Every day I think about him. Every day I miss him.

Des Kelsh’s death caused a significant reconsideration of how tilt-up construction occurs in Western Australia and has had the positive effect of making a change in construction methodology. His death also reinforced what had been said previously by the CFMEU about the safety of such construction methodologies.

In 2007, Luke Murrie died on a construction site in the northern Perth suburb of Malaga. The CFMEU said:

Luke was a warm, happy young man whose boundless energy was infectious. He will be sadly missed but never forgotten by all those who were fortunate enough to journey with him along life’s path. The loss of a tremendous person like Luke at such a young age is made even more tragic because of the loss of opportunity. The opportunity to be a father. The opportunity to grow old. The opportunity to be a workmate to many more people. The opportunity to be a great construction worker and rigger and to be a positive influence within an industry which sorely needs that type of influence.

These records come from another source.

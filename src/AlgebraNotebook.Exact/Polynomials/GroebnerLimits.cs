namespace AlgebraNotebook.Exact.Polynomials;

/// <summary>
/// Limits on a Groebner-basis computation. When one is exceeded the computation stops with a
/// <see cref="BeyondCapabilityException"/> naming the limit, instead of running for an unbounded time.
/// </summary>
/// <example><c>new GroebnerLimits { MaxPairsReduced = 200_000 }</c></example>
public sealed class GroebnerLimits
{
    /// <summary>The limits used when none are given: 500 polynomials, 20,000 reduced pairs, degree 100.</summary>
    public static GroebnerLimits Default { get; } = new();

    /// <summary>
    /// Largest number of polynomials the computation may hold (input relations plus every non-zero reduced S-polynomial,
    /// including those later found redundant). Default 500.
    /// </summary>
    public int MaxBasisSize { get; init; } = 500;

    /// <summary>Largest number of S-pairs that may be reduced (pairs skipped by the criteria do not count). Default 20,000.</summary>
    public int MaxPairsReduced { get; init; } = 20_000;

    /// <summary>Largest total degree of a newly produced basis polynomial. Default 100.</summary>
    public int MaxDegree { get; init; } = 100;

    /// <inheritdoc />
    public override string ToString() =>
        $"at most {MaxBasisSize} polynomials, {MaxPairsReduced} reduced S-pairs, total degree {MaxDegree}";

    internal void Validate()
    {
        if (MaxBasisSize < 1 || MaxPairsReduced < 0 || MaxDegree < 0)
        {
            throw new ExactArgumentException(
                $"Groebner limits must be positive (got {this}).", "limits");
        }
    }
}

We all know of the accident at the Cloudbreak mine of Fortescue Metals Group Ltd earlier in 2008, where Nigel Taylor, 26, died. He had been married for just two months to his wife, Lisa. She said:

Nigel was an amazing man, we were married for only two months but the love that we had for each other will last an eternity. Nigel never got to experience many things in his life, moving into our family home or becoming a father. But one thing I am thankful of is that he died as my husband, that we had a chance to say our vows and express our love for each other.

In July of 2007, a 43-year-old delivery driver died when the Dingo minidigger he was using to move a shed on a construction site toppled and the raised arms of the minidigger landed on his neck. On 30 August 2007, a 21-year-old loader operator died when the bogger that he was using to backfill a stope rolled over, crushing him. On 10 September 2007, a 68-year-old farmer was killed when he was struck by the limb of a tree that he was felling on his farm.

We should remember that one of the most significant categories of workplace injury and death is the agricultural sector on farms. They are often workers who are working alone with equipment on unstable ground and often working to a deadline—perhaps in the daytime with the light disappearing, perhaps because the seeding has to be done or perhaps just because they have had enough of the job and they want to get it done. Accidents happen and people get killed. On farms, of course, sometimes it can take days, or even weeks, before a death is discovered.

This bill does many things about process and design but, most importantly, it brings to the attention of our parliament and brings into focus for industry the importance that we, as a parliament, place on workplace safety and the right of every worker to turn up to work, carry out their work and go home healthy, fit and in the same condition as when they arrived. I commend the bill to the House.